Barnes-Dacey proposes a different strategy that Western governments should employ: a “society max” strategy that focuses on supporting Syrian civil society, from the bottom-up, to the greatest extent possible. Barnes-Dacey acknowledged that opportunities for what can be done under this strategy are limited, but argued that Western governments nonetheless need to undertake a “fundamental shift of focus.”

All panelists agreed that President Assad will not lose power anytime soon, which is why Barnes-Dacey argues that the U.S. and European governments should focus on helping Syrians build schools, hospitals, and other critical infrastructure, and should rethink existing sanctions exemptions, which exist on paper for humanitarian purposes but do not work in practice.

Barnes-Dacey also suggested that Western nations can do more to digitally engage with the Syrian people, and aid the population on the ground through multilateral institutions like the U.N.

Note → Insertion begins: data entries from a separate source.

"""The service's figures for a collector, behind the same gate as the page."""

from __future__ import annotations

from pathlib import Path

from flask import Flask, Response

METRICS = "metrics.prom"
OPEN_METRICS = "application/openmetrics-text; version=1.0.0; charset=utf-8"


def add_metrics(server: Flask, lab: Path) -> None:
    """Add the route that gives the figures which the service wrote last."""

    @server.get("/metrics")
    def metrics() -> Response:
        try:
            return Response((lab / METRICS).read_bytes(), content_type=OPEN_METRICS)
        except OSError:
            return Response("no service has written figures here yet\n", 404, content_type="text/plain")
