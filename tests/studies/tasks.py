"""Tasks: what bench tasks say of their own errors, against many draws and against formulas."""

from __future__ import annotations

from collections.abc import Callable, Mapping
from functools import cache, partial
from typing import Any

import numpy as np
from scipy.stats import norm

from daq.errors import DaqError
from daq.estimate.arrays import FloatArray
from daq.tasks.crossings import dead_time_of_cycles
from daq.tasks.flanks import clipped
from daq.tasks.fringes import Fringes, fringes
from daq.tasks.gaps import dead_time_of_gaps
from daq.tasks.windows import window
from tests.daq.tasks.made import (
    MIDDLE_MM,
    PERIODS_MM,
    crossing_rates,
    cycles_of,
    fringe_sd_mm,
    gate_ticks,
    pair_counts,
    scan_mm,
    sums_sd_s,
)
from tests.studies.bench import generator_of
from tests.studies.figures import against, within
from tests.studies.rows import Each, rows

DRAWS = 4000
TAU_S, WANTED = 40e-9, 0.05  # the dead time, and the share of it that its error shall be
CYCLES = 16
KINDS = ("non-paralysable", "paralysable")
# rate of one slit [1/s], live time of each opening at each crossing [s]
SUMS = ((4e4, 160.0), (1e5, 160.0), (1e6, 32.0))
GAPS = ((1e5, 20_000, 1e-13), (1e5, 20_000, 1e-9), (1e6, 20_000, 1e-9), (1e5, 20_000, 1e-8))
SCANS = ((0.5, 60.0), (0.9, 60.0), (0.5, 6000.0), (0.9, 6000.0))  # visibility, counts of one slit at a place
LOSSES = (1e-5, 1e-4, 1e-3, 1e-2)


def study(nights: int = DRAWS, each: Each = rows) -> dict[str, Any]:
    """Return the figures of every task; a draw is one measurement at the bench."""
    return {
        "about": "dead time 40 ns, even light without background; times are those of each opening at each "
        "crossing; fringes by pair; AC against half of AB at three standard errors; clipping by a million "
        "places of the stage",
        "rows": each("tasks:row", {name: [name, nights] for name in _drawn()}),
    }


def row(name: str, draws: int) -> dict[str, Any]:
    """Return the figures of so many draws of one task."""
    return _drawn()[name](draws)


def _drawn() -> dict[str, Callable[[int], dict[str, Any]]]:
    """Return what draws each row."""
    found: dict[str, Callable[[int], dict[str, Any]]] = {}
    for kind in KINDS:
        for alone_hz, live_s in SUMS:
            name = f"sums, {alone_hz:.0e}/s, {live_s:.0f} s, {kind}"
            found[name] = partial(_sums, alone_hz, live_s, kind)
    needed_s = (sums_sd_s(SUMS[0][0], 1.0) / (WANTED * TAU_S)) ** 2
    found[f"sums for 5 %, {SUMS[0][0]:.0e}/s, {needed_s:.0f} s"] = partial(
        _sums, SUMS[0][0], needed_s, KINDS[0]
    )
    for rate_hz, number, tick_s in GAPS:
        name = f"{number} gaps, {rate_hz:.0e}/s, tick {tick_s:.0e} s"
        found[name] = partial(_gaps, rate_hz, number, tick_s)
    number = round(1 / (SUMS[0][0] * WANTED * TAU_S))
    found[f"gaps for 5 %, {SUMS[0][0]:.0e}/s, {number}"] = partial(_gaps, SUMS[0][0], number, 1e-13)
    for visibility, alone in SCANS:
        for pair in PERIODS_MM:
            name = f"fringe {pair}, visibility {visibility:g}, {alone:.0f} counts a place"
            found[name] = partial(_fringe, pair, visibility, alone)
    found["fringes: AC said not to be half as wide"] = _half
    return found | {f"clipping, {loss:.0e}": partial(_clipped, loss) for loss in LOSSES}


def _sums(alone_hz: float, live_s: float, kind: str, draws: int) -> dict[str, Any]:
    random = generator_of("tasks", f"sums {alone_hz} {live_s} {kind}")
    rates = crossing_rates(alone_hz, background_hz=0.0, far=1.0)
    found = [
        dead_time_of_cycles(cycles_of(rates, CYCLES, live_s / CYCLES, kind, random), kind)
        for _ in range(draws)
    ]
    row = against(
        np.array([one.tau_s for one in found]),
        np.array([one.se_s for one in found]),
        TAU_S,
        sums_sd_s(alone_hz, live_s),
    )
    return row | {"meets": {"said": within(row["over_said"], 0.95, 1.05)}}


def _gaps(rate_hz: float, number: int, tick_s: float, draws: int) -> dict[str, Any]:
    random = generator_of("tasks", f"gaps {rate_hz} {number} {tick_s}")
    found = [
        dead_time_of_gaps([gate_ticks(rate_hz, number // 2, TAU_S, tick_s, random) for _ in range(2)], tick_s)
        for _ in range(draws)
    ]
    row = against(
        np.array([one.tau_s for one in found]),
        np.array([one.se_s for one in found]),
        TAU_S,
        1 / (rate_hz * number),
    )
    return row | {"meets": {"said": within(row["over_said"], 0.95, 1.05)}}


@cache
def _scans(visibility: float, alone: float, draws: int) -> tuple[Fringes, ...]:
    """Return the fit of every scan, for all rows; one that is not seen to have a fringe is left out."""
    random = generator_of("tasks", f"fringes {visibility} {alone}")
    rates = pair_counts(visibility, alone, 1e3)
    wanted = {pair: 1.003 * period for pair, period in PERIODS_MM.items()}
    drawn = ({name: random.poisson(one).astype(float) for name, one in rates.items()} for _ in range(draws))
    return tuple(filter(None, (_fitted(counts, wanted) for counts in drawn)))


def _fitted(counts: Mapping[str, FloatArray], wanted: Mapping[str, float]) -> Fringes | None:
    try:
        return fringes(scan_mm(), counts, wanted, 1e3)
    except DaqError:
        return None


def _fringe(pair: str, visibility: float, alone: float, draws: int) -> dict[str, Any]:
    found = _scans(visibility, alone, draws // 2)
    period_sd, middle_sd = fringe_sd_mm(pair, pair_counts(visibility, alone, 1e3), visibility)
    every = [one.by_pair[pair] for one in found]
    row = against(
        np.array([one.period_mm for one in every]),
        np.array([one.period_se_mm for one in every]),
        PERIODS_MM[pair],
        period_sd,
    )
    middle = against(
        np.array([one.middle_mm for one in every]),
        np.array([one.middle_se_mm for one in every]),
        MIDDLE_MM,
        middle_sd,
    )
    return row | {
        "middle_over_formula": middle["over_formula"],
        "meets": {
            "period": within(row["over_formula"], 0.88, 1.12),
            "middle": within(middle["over_formula"], 0.88, 1.12),
        },
    }


def _half(draws: int) -> dict[str, Any]:
    """Return how often the fringe of the outer slits is said not to be half as wide as that of A and B."""
    found = [one for case in SCANS for one in _scans(*case, draws // 2)]
    z = np.array([_apart(one) for one in found])
    share = float(np.mean(np.abs(z) > 3))
    return {"draws": len(z), "alarms": share, "meets": {"alarms": within(share, 0.001, 0.006)}}


def _apart(found: Fringes) -> float:
    pairs: Mapping[str, float] = {pair: one.period_mm for pair, one in found.by_pair.items()}
    names = list(pairs)
    what = np.zeros(len(names))
    what[names.index("AC")], what[names.index("AB")] = 2.0, -1.0
    return float((2 * pairs["AC"] - pairs["AB"]) / np.sqrt(what @ found.period_covariance @ what))


def _clipped(loss: float, _: int) -> dict[str, Any]:
    random, edge_mm, repeat_mm, width_mm = generator_of("tasks", f"clip {loss}"), 0.04, 0.02, 1.2
    offset_mm = width_mm / 2 - float(norm.isf(loss)) * np.hypot(edge_mm, repeat_mm)
    said = clipped(offset_mm, width_mm, edge_mm, repeat_mm)
    stands = offset_mm + repeat_mm * random.standard_normal(1_000_000)
    lost = 1.0 - window(stands, np.array([0.0, 1.0, -width_mm / 2, width_mm / 2, edge_mm]))
    mean = float(lost.mean())
    return {
        "draws": len(stands),
        "over_said": mean / said,
        "over_said_se": float(lost.std()) / np.sqrt(len(stands)) / said,
        "meets": {"said": within(mean / said, 0.9, 1.1)},
    }
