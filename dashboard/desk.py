"""What the page says of a lab: what is booked, whether it can start, and how an operator books once more."""

from __future__ import annotations

import json
from collections.abc import Mapping, Sequence
from datetime import datetime
from pathlib import Path
from typing import Any

from daq.storage.feed import DESK, read_feed
from daq.storage.people import Person
from dashboard.operate import request_line
from dashboard.times import day_and_clock
from dashboard.words import capital, stopped

OLD_AFTER_S = 60.0
BOOK_WILL = (
    "The service starts this run at that time, if it is armed then, nothing else is running, and nobody has "
    "cancelled it. Arming is done at the bench, with `tercet arm`; a rig that is simulated needs none."
)
CANCEL_WILL = "The booking is taken back. A run that it has started goes on."
_READY = {
    "armed": "Armed.",
    "simulated": "Simulated hardware: needs no arming.",
    "not armed": "Not armed: skipped unless somebody arms it at the bench.",
}


def desk_stamp(folder: Path, now: datetime) -> str:
    """Return all that the page says of a lab as one text, the same as long as nothing changes."""
    told = read_feed(folder, DESK)
    if told is None or told.get("format") != 1:
        return ""
    written = datetime.fromisoformat(told.pop("written_utc"))
    return json.dumps(told | {"old": (now - written).total_seconds() > OLD_AFTER_S})


def desk_view(
    stamp: str, person: Person, requests: Sequence[Mapping[str, Any]] = ()
) -> dict[str, Any] | None:
    """Return what is booked in a lab, as sentences, what was asked of it, and what an operator may do."""
    if not stamp:
        return None
    told = json.loads(stamp)
    operator = person.may("operator") and not told["old"]
    return {
        "lines": [_line(one, operator) for one in told["bookings"]],
        "says": _says(told),
        "asked": [request_line(request) for request in reversed(requests)] if operator else [],
        "starts": [
            stopped(f"{capital(one['outcome'])} ({day_and_clock(one['due_utc'])})") for one in told["starts"]
        ],
        "form": {"files": told["files"], "will": BOOK_WILL} if operator and told["files"] else None,
    }


def _says(told: Mapping[str, Any]) -> str:
    if told["old"]:
        return "No service looks after this lab at the moment: nothing that is booked will start."
    return "" if told["bookings"] else "Nothing is booked."


def _line(one: Mapping[str, Any], operator: bool) -> dict[str, Any]:
    end = f", over by {one['end_at']}" if one["end_at"] else ""
    following = f"next start {day_and_clock(one['next_utc'])}" if one["next_utc"] else "no further start"
    days = ", ".join(one["days"])
    says = f"{one['name']}: {days} at {one['at']} {one['zone']}{end}; {following}. Booked by {one['who']}."
    number = str(one["number"])
    cancel = {"what": "cancel", "label": "Cancel", "will": CANCEL_WILL, "about": number, "run": ""}
    return {
        "says": says,
        "ready": _READY.get(one["ready"], f"Cannot start: {one['ready']}"),
        "cancel": cancel if operator else None,
    }
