"""The part of the page for slits that were cut apart, as Dash components."""

from __future__ import annotations

from dash import html

from dashboard.buttons import Children, Part

_READ = "Power of the leftover by its frequency over position, before and after the slits are accounted for"


def spectrum(part: Part | None) -> Children:
    """Return the section; nothing where there is nothing to say."""
    if part is None:
        return []
    figures = [html.Li([html.Span(one["name"]), html.Span(one["value"])]) for one in part["figures"]]
    return [
        html.H2("Slits cut apart"),
        html.Ul(figures),
        *(html.P(sentence, className="caption") for sentence in part["says"]),
        html.P(f"{_READ}, from the lowest frequency on; counting noise is 1.", className="caption"),
        html.Div([_column(*pair) for pair in part["columns"]], className="columns", role="img", **_named()),
        _table(part),
    ]


def _named() -> dict[str, str]:
    return {"aria-label": f"{_READ}; the table below has the figures."}


def _column(before: float, after: float) -> html.Div:
    return html.Div(
        [
            html.Span(className="before", style={"height": f"{before}%"}),
            html.Span(className="after", style={"height": f"{after}%"}),
        ]
    )


def _table(part: Part) -> html.Table:
    head = html.Tr([html.Th(word, scope="col") for word in ("Slits", "before", "after")])
    rows = [
        html.Tr([html.Th(line["name"], scope="row"), html.Td(line["before"]), html.Td(line["after"])])
        for line in part["lines"]
    ]
    return html.Table([html.Thead(head), html.Tbody(rows)])
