"""Stream: millions of events a second for minutes, every one of them in the archive, memory flat.

python -m tests.studies.study_stream [seconds] [events a second] [folder]

A source in a process of its own, with a buffer of 4 MB, marks what it has to throw away. It sends gate after
gate of a second without a pause: while one is committed, the next one comes. At the end the archive is
finished, and every gate's events are compared with what the source sent.
"""

from __future__ import annotations

import multiprocessing
import os
import socket
import sys
import tempfile
import threading
import time
from dataclasses import replace
from multiprocessing.connection import Connection
from pathlib import Path

import numpy as np

from daq.devices.clock import RealClock
from daq.devices.events import U32, times_of
from daq.devices.intake import Form, Intake
from daq.records import Reading
from daq.storage.events import read_events
from daq.storage.layout import EVENT_CHUNK
from daq.storage.reader import open_visits
from daq.storage.run import Archive
from simulators.listmode import StreamSource, example_words
from tests.daq.storage.example import reading, started

CHANNELS, SLICES = 2, 10
PER_ROLL = 168_000
PATIENCE_S = 60


def body(rate_hz: int) -> bytes:
    """Return the words of one gate of a second."""
    return example_words(U32, rate_hz, PER_ROLL, CHANNELS, seed=1)


def source(told: Connection, rate_hz: int, gates: int) -> None:
    """Listen, say where, send gates to who connects, and tell how many events went out and were lost."""
    sending = StreamSource(body(rate_hz), U32, rate_hz)
    with socket.create_server(("127.0.0.1", 0)) as server:
        told.send(server.getsockname()[1])
        client, _ = server.accept()
        with client:
            told.recv()  # no gate is opened before the counter's driver is ready
            sending.run(client, threading.Event(), gates)
            told.send((sending.sent, sending.lost))
            told.recv()


def resident_mb() -> float:
    """Return how much memory this process has now [MB]."""
    pages = int(Path("/proc/self/statm").read_text().split()[1])
    return pages * os.sysconf("SC_PAGE_SIZE") / 1e6


def taken(
    archive: Archive, intake: Intake, clock: RealClock, example: Reading, gates: int
) -> tuple[int, int, list[float]]:
    """Commit every gate; return events, losses, and the memory after each gate [MB]."""
    many, lost, memory = 0, 0, list[float]()
    for number in range(1, gates + 1):
        gate = intake.take(number, clock.now_ns() + PATIENCE_S * 10**9)
        events = int(gate.binned.counts.sum()) + gate.binned.outside
        archive.commit(replace(example, attempt=number, events=gate.packed()))
        many, lost = many + events, lost + gate.binned.lost
        memory.append(resident_mb())
        if number % 30 == 0:
            print(f"  {number} gates, {many} events, {lost} lost, {memory[-1]:.0f} MB", flush=True)
    return many, lost, memory


def study(folder: Path, gates: int, rate_hz: int) -> None:
    """Print what came, what was lost, how memory went, and whether the archive holds every event."""
    clock, spawn = RealClock(), multiprocessing.get_context("spawn")
    here, there = spawn.Pipe()
    sender = spawn.Process(target=source, args=(there, rate_hz, gates), daemon=True)
    sender.start()
    connection = clock.connect(f"tcp://127.0.0.1:{here.recv()}", 10.0)
    intake = Intake(clock, connection, Form(U32, CHANNELS, SLICES), "stream")
    intake.ticks = (-(-rate_hz // PER_ROLL) << U32.tag_bits) // SLICES + 1
    example = reading(0)
    with started(folder / "run", laps=200, tick_s=1e-9 / CHANNELS, event_chunk=EVENT_CHUNK) as archive:
        own_s, began_s = time.process_time(), time.monotonic()
        here.send(None)
        many, lost, memory = taken(archive, intake, clock, example, gates)
        own_s, took_s = time.process_time() - own_s, time.monotonic() - began_s
        sent = here.recv()
        here.send(None)
        intake.close()
        archive.finish({})
    kept, wrong = compared(folder / "run", gates, rate_hz)
    size = sum(file.stat().st_size for file in (folder / "run").rglob("*") if file.is_file())
    print(f"{took_s:.0f} s at {rate_hz / 1e6:g} M/s: {many} of {sent[0]} came; {sent[1]} lost, {lost} marked")
    print(f"archive: {kept} events in {size / 1e9:.2f} GB; {wrong} of the compared gates differ")
    print(f"memory: {memory[9]:.0f} MB after 10 gates, most {max(memory):.0f}, at the end {memory[-1]:.0f}")
    print(f"{100 * own_s / took_s:.0f} % of one core; load {os.getloadavg()[0]:.1f}")


def compared(run: Path, gates: int, rate_hz: int) -> tuple[int, int]:
    """Return how many events the archive holds, and how many of every tenth gate differ from the source's."""
    words = np.frombuffer(body(rate_hz), U32.dtype)[1:-1]
    right = times_of(words, U32, 0, CHANNELS).astype(np.int64)
    right.sort(kind="stable")
    kept = int(open_visits(run)["event_count"].values.sum())
    wrong = sum(not np.array_equal(read_events(run, [row])[0], right) for row in range(0, gates, 10))
    return kept, wrong


def main(arguments: list[str]) -> None:
    """Read the arguments and go."""
    gates = int(arguments[0]) if arguments else 600
    rate_hz = int(float(arguments[1])) if len(arguments) > 1 else 5_000_000
    with tempfile.TemporaryDirectory(dir=arguments[2] if len(arguments) > 2 else None) as folder:
        study(Path(folder), gates, rate_hz)


if __name__ == "__main__":
    main(sys.argv[1:])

“It may well be that this approach doesn’t work,” Barnes-Dacey confessed, “but I don’t think that we are seriously testing the minimal barriers of what one could be doing to further this agenda. There is no societal support mechanism underlying the American and European approach to Syria today.”

A policy focused on geopolitics fails to account for Syrian civil society

Steven Simon argued that the current U.S. and European policies are focused solely on geopolitical ambitions — that is, increasing the costs for Russia and Iran in Syria in order to push back on their influence in the region.

“For a policy that’s on automatic pilot, I think you can fairly well describe it as a regime change policy,” said Simon.

Simon noted that U.S. policymakers haven’t been able to articulate a clear strategy since the start of the conflict in 2011. Currently, it seems that the only interest the U.S. has in Syria is countering Russian and Iranian influence. Noting this lack of U.S. strategic interests in Syria, Simons agreed with Barnes-Dacey that focusing on strengthening Syrian civil society and alleviating the suffering of the Syrian population is perhaps the only approach that Western governments have available to them and that won’t make the humanitarian situation worse.

Change from within

All three experts agreed that a political transition from the government of Bashar al-Assad is not likely after ten years of civil war, and that the U.S. and European nations need to change their approach to the conflict. What Western governments should be thinking about, they argued, is the humanitarian situation in the country. Empowering the Syrian people should be the focus, not punitive policies aimed at overthrowing the Syrian government — policies that squeeze Syrians in government-held territory between the interests of Western governments and the interests of Russia, Iran, and Assad.

Shifting the approach to focus on shared humanitarian interests on the ground can open the door to cooperation with Russia, maintain Western influence in Syria, and facilitate the rebuilding of a war-torn country. Particularly in light of the COVID-19 pandemic, policymakers need to reevaluate their approach to Syria in a way that benefits the Syrian people. Ultimately, if Western nations really seek to further their interests in Syria, they need to put their weight behind the Syrian population and grant them the agency they need to create change from within the country — because it is evident that after ten years of brutal war and punitive policies, change will not come from external forces.